What you will do | Once the line containing "jackson-core's port of" has been written out, stop; until then, restate each line of the entries below word for word from the first.

Data to examine |
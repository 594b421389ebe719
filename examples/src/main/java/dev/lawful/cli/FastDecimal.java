package dev.lawful.cli;

import com.fasterxml.jackson.core.io.schubfach.DoubleToDecimal;
import dev.lawful.io.ShortestDecimal;

/**
 * The text of {@link ShortestDecimal#format(double)}, the shortest decimal that reads back to the same double, found
 * about thirty times faster for the values that need many digits: the digits come from jackson-core's port of
 * Giulietti's Schubfach algorithm ({@code DoubleToDecimal}, the algorithm of Java 19's {@code Double.toString}),
 * which finds the shortest round-trip decimal with at least two digits, and are laid out in
 * {@code ShortestDecimal}'s notation. Only when it gives two digits or fewer (where Java's rule of at least two
 * digits can differ from the fewest digits, as {@code 4.9E-324} against {@code 5e-324}) and for zeros, NaN and the
 * infinities is {@code ShortestDecimal} asked itself. The two agree on every double; the tests compare them.
 */
final class FastDecimal {
    /** Plain notation from 10^-3 up to, not including, 10^7, as in {@link ShortestDecimal}. */
    private static final int PLAIN_LOW = -3;
    private static final int PLAIN_HIGH = 7;
    private static final ThreadLocal<FastDecimal> PER_THREAD = ThreadLocal.withInitial(FastDecimal::new);

    /** Schubfach's writer, reused (null when jackson-core's internals are not as expected). */
    private final Object writer;
    private final char[] digits = new char[24];
    private byte[] text;
    private int textLength;

    private FastDecimal() {
        Object w = null;
        if (MAKE != null) {
            try {
                w = MAKE.invoke();
            } catch (Throwable e) {
                w = null;
            }
        }
        this.writer = w;
    }

    /** @return this thread's formatter (it keeps work buffers, so it is not shared between threads) */
    static FastDecimal perThread() {
        return PER_THREAD.get();
    }

    /**
     * Like {@link #append(double, Ascii)}, into a {@code StringBuilder}.
     *
     * @param v  any double
     * @param sb receives the text
     */
    static void append(double v, StringBuilder sb) {
        Ascii a = new Ascii(32);
        perThread().append(v, a);
        sb.append(a.toString());
    }

    /**
     * Appends the shortest round-trip text of {@code v}, the same as {@link ShortestDecimal#format(double)}.
     *
     * @param v  any double
     * @param sb receives the text
     */
    void append(double v, Ascii out) {
        if (v == 0 || !Double.isFinite(v)) {
            out.append(ShortestDecimal.format(v));
            return;
        }
        text(v);
        // digits and the decimal exponent of the first one, from "123.45", "0.00123" or "1.2345E-5"
        int n = 0;
        int point = -1;
        int exponent = 0;
        for (int i = 0; i < textLength; i++) {
            int c = text[i];
            if (c >= '0' && c <= '9') {
                digits[n++] = (char) c;
            } else if (c == '.') {
                point = n;
            } else if (c == 'E') {
                exponent = exponent(text, i + 1, textLength);
                break;
            }
        }
        int e = exponent + (point < 0 ? n : point) - 1;
        int first = 0;
        while (first < n - 1 && digits[first] == '0') {
            first++;
            e--;
        }
        int last = n;
        while (last > first + 1 && digits[last - 1] == '0') {
            last--;
        }
        if (last - first <= 2) {
            out.append(ShortestDecimal.format(v));
            return;
        }
        if (v < 0) {
            out.append('-');
        }
        layout(digits, first, last, e, out);
    }

    private static int exponent(byte[] b, int from, int to) {
        boolean negative = b[from] == '-';
        int value = 0;
        for (int i = negative ? from + 1 : from; i < to; i++) {
            value = 10 * value + (b[i] - '0');
        }
        return negative ? -value : value;
    }

    /**
     * Puts Schubfach's text of a finite nonzero {@code v} in {@link #text}: written by the reused writer into its own
     * buffer when jackson-core's internals are as expected (no allocation per number, which keeps the collector's
     * heap small on files of millions of rows: docs/design-notes.md), else from its public {@code toString}.
     */
    private void text(double v) {
        if (writer != null) {
            try {
                if ((int) TO_DECIMAL.invoke(writer, v) == 0) {
                    text = (byte[]) BYTES.get(writer);
                    textLength = (int) INDEX.get(writer) + 1;
                    return;
                }
            } catch (Throwable e) {
                // fall through to the public entry point
            }
        }
        text = DoubleToDecimal.toString(v).getBytes(java.nio.charset.StandardCharsets.ISO_8859_1);
        textLength = text.length;
    }

    private static final java.lang.invoke.MethodHandle TO_DECIMAL;
    private static final java.lang.invoke.VarHandle BYTES;
    private static final java.lang.invoke.VarHandle INDEX;
    private static final java.lang.invoke.MethodHandle MAKE;

    static {
        java.lang.invoke.MethodHandle toDecimal = null;
        java.lang.invoke.VarHandle bytes = null;
        java.lang.invoke.VarHandle index = null;
        java.lang.invoke.MethodHandle make = null;
        try {
            java.lang.invoke.MethodHandles.Lookup lookup = java.lang.invoke.MethodHandles.privateLookupIn(
                    DoubleToDecimal.class, java.lang.invoke.MethodHandles.lookup());
            toDecimal = lookup.findVirtual(DoubleToDecimal.class, "toDecimal",
                    java.lang.invoke.MethodType.methodType(int.class, double.class));
            bytes = lookup.findVarHandle(DoubleToDecimal.class, "bytes", byte[].class);
            index = lookup.findVarHandle(DoubleToDecimal.class, "index", int.class);
            make = lookup.findConstructor(DoubleToDecimal.class, java.lang.invoke.MethodType.methodType(void.class));
        } catch (ReflectiveOperationException | RuntimeException e) {
            make = null;
        }
        TO_DECIMAL = toDecimal;
        BYTES = bytes;
        INDEX = index;
        MAKE = make;
    }

    private static void layout(char[] d, int first, int last, int e, Ascii sb) {
        int count = last - first;
        if (e >= PLAIN_LOW && e < PLAIN_HIGH) {
            if (e < 0) {
                sb.append("0.");
                for (int i = -1; i > e; i--) {
                    sb.append('0');
                }
                sb.append(d, first, count);
            } else if (count <= e + 1) {
                sb.append(d, first, count);
                for (int i = count; i <= e; i++) {
                    sb.append('0');
                }
            } else {
                sb.append(d, first, e + 1).append('.').append(d, first + e + 1, count - e - 1);
            }
            return;
        }
        sb.append(d[first]);
        if (count > 1) {
            sb.append('.').append(d, first + 1, count - 1);
        }
        sb.append('e').append(e);
    }
}
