package dev.lawful.cli;

import dev.lawful.algebra.LawEvaluator;
import dev.lawful.algebra.LawException;
import dev.lawful.algebra.LawSet;
import dev.lawful.enforce.Completion;
import dev.lawful.enforce.EnforcementException;
import dev.lawful.enforce.OnBadSample;
import dev.lawful.enforce.SampleStatus;
import java.io.IOException;
import java.io.PrintWriter;
import java.nio.file.Path;
import java.util.ArrayList;
import java.util.HashSet;
import java.util.List;
import java.util.Set;
import java.util.concurrent.Callable;
import picocli.CommandLine.Command;
import picocli.CommandLine.Mixin;
import picocli.CommandLine.Model.CommandSpec;
import picocli.CommandLine.Option;
import picocli.CommandLine.Parameters;
import picocli.CommandLine.ParentCommand;
import picocli.CommandLine.Spec;
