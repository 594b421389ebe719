package dev.lawful.cli;

import java.util.List;
import java.util.concurrent.ConcurrentLinkedQueue;

/**
 * What the binary formats share ({@link NpySource}, {@link NpzSource}, {@link Hdf5Source}): the name, the columns,
 * the size, and rows named {@code row N}, counted from 1 (the tags of {@link BinaryChunk}).
 */
abstract class BinarySource implements RowSource {
    private final String name;
    private final List<String> columns;
    private final long size;
    private final String headerPlace;
    /**
     * Byte arrays of chunks already parsed, reused for the next chunks: without them a 1 GB file allocates 1 GB of
     * chunk arrays, and growing the heap to hold them (committing and faulting in fresh pages) took longer than
     * parsing the values. At most the chunks in flight are out at once, so the pool stays as small as they are.
     */
    private final ConcurrentLinkedQueue<byte[]> spare = new ConcurrentLinkedQueue<>();

    /**
     * @param name        the file's name for messages
     * @param columns     the column names, in file order
     * @param size        the file's size in bytes
     * @param headerPlace where the column names come from, for messages
     */
    BinarySource(String name, List<String> columns, long size, String headerPlace) {
        this.name = name;
        this.columns = List.copyOf(columns);
        this.size = size;
        this.headerPlace = headerPlace;
    }

    /**
     * @param length bytes wanted
     * @return an array of at least {@code length} bytes: a spare one when there is one that large, else a new one;
     *         its contents are undefined
     */
    final byte[] buffer(int length) {
        for (byte[] b = spare.poll(); b != null; b = spare.poll()) {
            if (b.length >= length) {
                return b;
            }
        }
        return new byte[length];
    }

    /** Gives back a chunk's arrays once its values have been parsed (any thread). */
    final void release(BinaryChunk.Part part) {
        spare.offer(part.bytes());
    }

    @Override
    public final String name() {
        return name;
    }

    @Override
    public final List<String> columns() {
        return columns;
    }

    @Override
    public final long size() {
        return size;
    }

    @Override
    public final String headerPlace() {
        return headerPlace;
    }

    @Override
    public final String place(long tag) {
        return "row " + tag;
    }
}
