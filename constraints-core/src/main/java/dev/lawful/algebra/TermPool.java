package dev.lawful.algebra;

import java.util.ArrayList;
import java.util.Arrays;
import java.util.HashMap;
import java.util.List;
import java.util.Map;
import java.util.TreeMap;
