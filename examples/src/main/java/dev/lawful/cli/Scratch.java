package dev.lawful.cli;

/**
 * Per-thread work arrays for the chunk pipeline, so that a worker allocates nothing per chunk once its arrays have
 * grown to the largest chunk: a steady stream of fresh arrays is what makes the collector grow the default heap far
 * beyond what the work needs (docs/design-notes.md, "Streaming the command line"). An array handed out is valid
 * until the same thread asks for the same slot again; it may be longer than asked for, and holds whatever the last
 * use left (the caller writes every element it reads).
 */
final class Scratch {
    /** Slots of double arrays. */
    static final int VALUES = 0;
    static final int X = 1;
    static final int REST = 2;
    static final int Y = 3;
    static final int RESIDUAL = 4;
    static final int SCALE = 5;
    private static final int SLOTS = 6;
    private static final ThreadLocal<Scratch> PER_THREAD = ThreadLocal.withInitial(Scratch::new);

    private final double[][] doubles = new double[SLOTS][0];
    private long[] longs = new long[0];
    private byte[] bytes = new byte[0];

    private Scratch() {
    }

    /** @return this thread's double array of slot {@code slot}, at least {@code n} long */
    static double[] doubles(int slot, int n) {
        Scratch s = PER_THREAD.get();
        if (s.doubles[slot].length < n) {
            s.doubles[slot] = new double[n];
        }
        return s.doubles[slot];
    }

    /** @return this thread's long array, at least {@code n} long */
    static long[] longs(int n) {
        Scratch s = PER_THREAD.get();
        if (s.longs.length < n) {
            s.longs = new long[n];
        }
        return s.longs;
    }

    /** @return this thread's byte array, at least {@code n} long, its first {@code n} bytes zero */
    static byte[] zeroBytes(int n) {
        Scratch s = PER_THREAD.get();
        if (s.bytes.length < n) {
            s.bytes = new byte[n];
        }
        java.util.Arrays.fill(s.bytes, 0, n, (byte) 0);
        return s.bytes;
    }
}
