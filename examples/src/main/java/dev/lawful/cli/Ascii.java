package dev.lawful.cli;

import java.lang.invoke.MethodHandles;
import java.lang.invoke.VarHandle;
import java.nio.ByteOrder;
import java.util.Arrays;

/**
 * A growable byte buffer for formatting rows on a worker: ASCII text (without a {@code StringBuilder} and the two
 * copies its text costs on the way to bytes) or little-endian float64 values. Characters beyond Latin-1 are refused (numbers and status words
 * are ASCII; a header goes through {@link dev.lawful.io.CsvWriter}).
 */
final class Ascii {
    /** Writes a double's 8 bytes at once (its raw bits: a NaN keeps its payload), whatever the platform's order. */
    private static final VarHandle LITTLE_ENDIAN_DOUBLE =
            MethodHandles.byteArrayViewVarHandle(double[].class, ByteOrder.LITTLE_ENDIAN);

    private byte[] bytes;
    private int length;

    /** @param capacity the initial capacity in bytes */
    Ascii(int capacity) {
        bytes = new byte[Math.max(16, capacity)];
    }

    private void room(int more) {
        if (length + more > bytes.length) {
            bytes = Arrays.copyOf(bytes, Math.max(length + more, 2 * bytes.length));
        }
    }

    /** @return this buffer, with {@code c} appended */
    Ascii append(char c) {
        room(1);
        bytes[length++] = (byte) c;
        return this;
    }

    /** @return this buffer, with {@code count} characters of {@code chars} from {@code from} appended */
    Ascii append(char[] chars, int from, int count) {
        room(count);
        for (int i = 0; i < count; i++) {
            bytes[length++] = (byte) chars[from + i];
        }
        return this;
    }

    /** @return this buffer, with {@code s} appended (each character below 256) */
    Ascii append(String s) {
        room(s.length());
        for (int i = 0; i < s.length(); i++) {
            char c = s.charAt(i);
            if (c > 0xFF) {
                throw new IllegalArgumentException("not Latin-1: " + s);
            }
            bytes[length++] = (byte) c;
        }
        return this;
    }

    /** @return this buffer, with the decimal digits of {@code v} appended */
    Ascii append(int v) {
        return append(Integer.toString(v));
    }

    /**
     * Writes the bytes written so far.
     *
     * @param out receives them
     * @throws java.io.IOException when {@code out} fails
     */
    void writeTo(java.io.OutputStream out) throws java.io.IOException {
        out.write(bytes, 0, length);
    }

    /**
     * Writes part of the bytes written so far.
     *
     * @param out    receives them
     * @param from   the first byte
     * @param count  how many bytes
     * @throws java.io.IOException when {@code out} fails
     * @throws IndexOutOfBoundsException when the range is not within the bytes written
     */
    void writeTo(java.io.OutputStream out, int from, int count) throws java.io.IOException {
        java.util.Objects.checkFromIndexSize(from, count, length);
        out.write(bytes, from, count);
    }

    /** @return the number of bytes written so far */
    int length() {
        return length;
    }

    /** Empties the buffer, keeping its capacity. */
    void clear() {
        length = 0;
    }

    /** @return this buffer, with the 8 bytes of {@code v} appended in little-endian order (a .npy float64) */
    Ascii appendLittleEndian(double v) {
        room(8);
        LITTLE_ENDIAN_DOUBLE.set(bytes, length, v);
        length += 8;
        return this;
    }

    /**
     * Reserves room for {@code count} more float64 values, so that {@link #putLittleEndian} may follow without a
     * check per value.
     *
     * @return this buffer
     */
    Ascii reserveDoubles(int count) {
        room(count * 8);
        return this;
    }

    /** Appends {@code v}'s 8 bytes in little-endian order into room made by {@link #reserveDoubles}. */
    void putLittleEndian(double v) {
        LITTLE_ENDIAN_DOUBLE.set(bytes, length, v);
        length += 8;
    }

    @Override
    public String toString() {
        return new String(bytes, 0, length, java.nio.charset.StandardCharsets.ISO_8859_1);
    }
}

Written solution |
repository 594b421389ebe719
filename examples/src/main/java/dev/lawful/cli/FastDecimal.java
package dev.lawful.cli;

import com.fasterxml.jackson.core.io.schubfach.DoubleToDecimal;
import dev.lawful.io.ShortestDecimal;

/**
 * The text of {@link ShortestDecimal#format(double)}, the shortest decimal that reads back to the same double, found
 * about thirty times faster for the values that need many digits: the digits come from jackson-core's port of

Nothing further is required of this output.